- Coordinates: 32°40′S 116°33′E﻿ / ﻿32.66°S 116.55°E
- Country: Australia
- State: Western Australia
- LGA(s): Shire of BoddingtonShire of Wandering;
- Location: 128 km (80 mi) from Perth; 5 km (3.1 mi) from Boddington;

Government
- • State electorate(s): Central Wheatbelt;
- • Federal division(s): O'Connor;

Area
- • Total: 421.1 km^{2} (162.6 sq mi)

Population
- • Total(s): 72 (SAL 2021)
- Postcode: 6390
Localities around Bannister
| Mount Wells | North Bannister | North Bannister |
| Mount Wells | Bannister | Wandering |
| Wuraming | Boddington | Crossman |

= Bannister, Western Australia =

Locality in the Shire of Boddington and Wandering, Western Australia

Bannister is a rural locality, predominately located within the Shire of Boddington in the Peel Region of Western Australia. A smaller part of the locality, located on the eastern side of the Albany Highway, is within the Shire of Wandering in the Wheatbelt region of the state. The locality is also home to the majority of the Boddington Gold Mine operations.

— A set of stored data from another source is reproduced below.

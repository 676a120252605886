import 'server-only';
import { and, desc, eq } from 'drizzle-orm';
import type { z } from 'zod';
import { contactDetails, households, people } from '@/db/schema/people';
import { recordChange } from '@/lib/club/commands';
import { firstOrNull } from '@/lib/core/only';
import { Refusal } from '@/lib/core/refusal';
import type { MemberCtx } from '@/lib/infra/context';
import { inTransaction } from '@/lib/infra/transaction';
import type { contactInput } from './schema';

/** The acting household and its people, the contact first, with how each is reached: only its own. One query. */
export async function myHousehold({ db, actor }: MemberCtx) {
  const rows = await db.select({
    household: households.name, memberNumber: households.memberNumber, joinedOn: households.joinedOn,
    id: people.id, givenName: people.givenName, familyName: people.familyName, age: people.age, isContact: people.isContact,
    email: contactDetails.email, phone: contactDetails.phone, street: contactDetails.street, town: contactDetails.town, postcode: contactDetails.postcode,
  })
    .from(people).innerJoin(households, eq(households.id, people.householdId)).leftJoin(contactDetails, eq(contactDetails.personId, people.id))
    .where(eq(people.householdId, actor.householdId)).orderBy(desc(people.isContact), people.age, people.givenName).limit(20);
  const first = rows[0];
  if (!first) throw new Refusal('not_found');
  return { name: first.household, memberNumber: first.memberNumber, joinedOn: first.joinedOn, people: rows };
}

/** Changes how one person of the acting household is reached. A stranger's person is not found. */
export async function saveContact(ctx: MemberCtx, input: z.output<typeof contactInput>): Promise<void> {
  await inTransaction(ctx.db, async (tx) => {
    const person = firstOrNull(await tx.select({ id: people.id }).from(people)
      .where(and(eq(people.id, input.personId), eq(people.householdId, ctx.actor.householdId))).for('no key update'));
    if (!person) throw new Refusal('not_found');
    const values = { email: input.email, phone: input.phone, street: input.street, town: input.town, postcode: input.postcode };
    await tx.insert(contactDetails).values({ personId: person.id, ...values }).onConflictDoUpdate({ target: contactDetails.personId, set: values });
    await recordChange(tx, ctx, { action: 'changed contact details', subjectKind: 'person', subjectId: person.id }); // what they were stays out of the trail
  });
}
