// Makes the README's pictures from the running program: `npm run pictures`. Starts a portal of its own with the demo club
// (production build, a database of its own), photographs it with Debian's Chromium, and stops it.
import { mkdirSync } from 'node:fs';
import { chromium, type Browser, type Page } from 'playwright';
import { DEMO_SIGN_INS } from './seed/sign-ins';
import { startTestStack } from '../tests/support/stack';

type Picture = { name: string; path: string; width: number; height: number; scheme?: 'light' | 'dark'; as?: 'coordinator' | 'treasurer' | 'secretary'; before?: (page: Page) => Promise<void> };

const FOLDER = 'public/pictures';

const PICTURES: Picture[] = [
  { name: 'home', path: '/', width: 1280, height: 1500 },
  { name: 'board', path: 'next-day', width: 1280, height: 1500, before: chooseTwo },
  { name: 'board-phone', path: 'next-day', width: 390, height: 1400, before: chooseTwo },
  { name: 'garden', path: '/gardens/pine-barrow-light-railway', width: 1280, height: 1600 },
  { name: 'garden-evening', path: '/gardens/old-orchard-line', width: 1280, height: 1100, scheme: 'dark' },
  { name: 'office-day', path: 'office-next-day', width: 1280, height: 1300, as: 'coordinator' },
  { name: 'office-roll', path: '/office/roll', width: 1280, height: 1200, as: 'secretary' },
  { name: 'office-books', path: '/office/books', width: 1280, height: 1300, as: 'treasurer' },
];

/** Chooses two times that can be reached one after the other, so that the line is drawn. */
async function chooseTwo(page: Page): Promise<void> {
  const free = page.getByRole('checkbox', { disabled: false }).and(page.locator('[name^="entryTimeId"]'));
  await free.first().check({ force: true });
  await free.last().check({ force: true });
}

async function signIn(browser: Browser, site: string, does: string) {
  const person = DEMO_SIGN_INS.find((one) => one.does.startsWith(does));
  if (!person) throw new Error(`nobody in the demo club is ${does}`);
  const context = await browser.newContext({ baseURL: site });
  const page = await context.newPage();
  await page.goto('/sign-in');
  const form = page.getByRole('region', { name: 'With a password' });
  await form.getByLabel('E-mail').fill(person.email);
  await form.getByLabel('Password').fill(person.password);
  await form.getByRole('button', { name: 'Sign in with a password' }).click();
  await page.waitForURL(/office/);
  const state = await context.storageState();
  await context.close();
  return state;
}

async function nextDay(browser: Browser, site: string): Promise<string> {
  const page = await browser.newPage({ baseURL: site });
  await page.goto('/');
  const href = await page.getByRole('link', { name: 'Choose gardens and times' }).getAttribute('href');
  await page.close();
  if (href === null) throw new Error('the home page leads to no open day');
  return href;
}

async function takeAll(): Promise<void> {
  mkdirSync(FOLDER, { recursive: true });
  const stack = await startTestStack({ name: 'pictures', seeded: true });
  const browser = await chromium.launch({ executablePath: process.env['CHROMIUM'] ?? '/usr/bin/chromium', args: ['--no-sandbox', '--enable-unsafe-swiftshader'] });
  try {
    const day = await nextDay(browser, stack.site);
    const paths: Record<string, string> = { 'next-day': day, 'office-next-day': `/office${day}` };
    for (const picture of PICTURES) await take(browser, stack.site, { ...picture, path: paths[picture.path] ?? picture.path });
  } finally {
    await browser.close();
    await stack.stop();
  }
}

async function take(browser: Browser, site: string, picture: Picture): Promise<void> {
  const state = picture.as === undefined ? {} : { storageState: await signIn(browser, site, picture.as) };
  const context = await browser.newContext({ baseURL: site, viewport: { width: picture.width, height: picture.height }, colorScheme: picture.scheme ?? 'light', reducedMotion: 'reduce', ...state });
  const page = await context.newPage();
  await page.goto(picture.path, { waitUntil: 'networkidle' });
  await picture.before?.(page);
  await page.screenshot({ path: `${FOLDER}/${picture.name}.png` });
  await context.close();
  console.log(`${FOLDER}/${picture.name}.png`);
}

await takeAll();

Bannister is on the traditional land of the Wiilman people of the Noongar nation.

The name Bannister was originally applied to another townsite between Williams and Narrogin, which was surveyed in 1844 but no subdivision was carried out and the reserve cancelled in 1910. The modern Bannister locality is named after the Bannister River.

The site of the original police station house and coach house on Albany Highway is now occupied by the Riverside Roadhouse, which is a stop on the Transwa bus services to Albany and Esperance.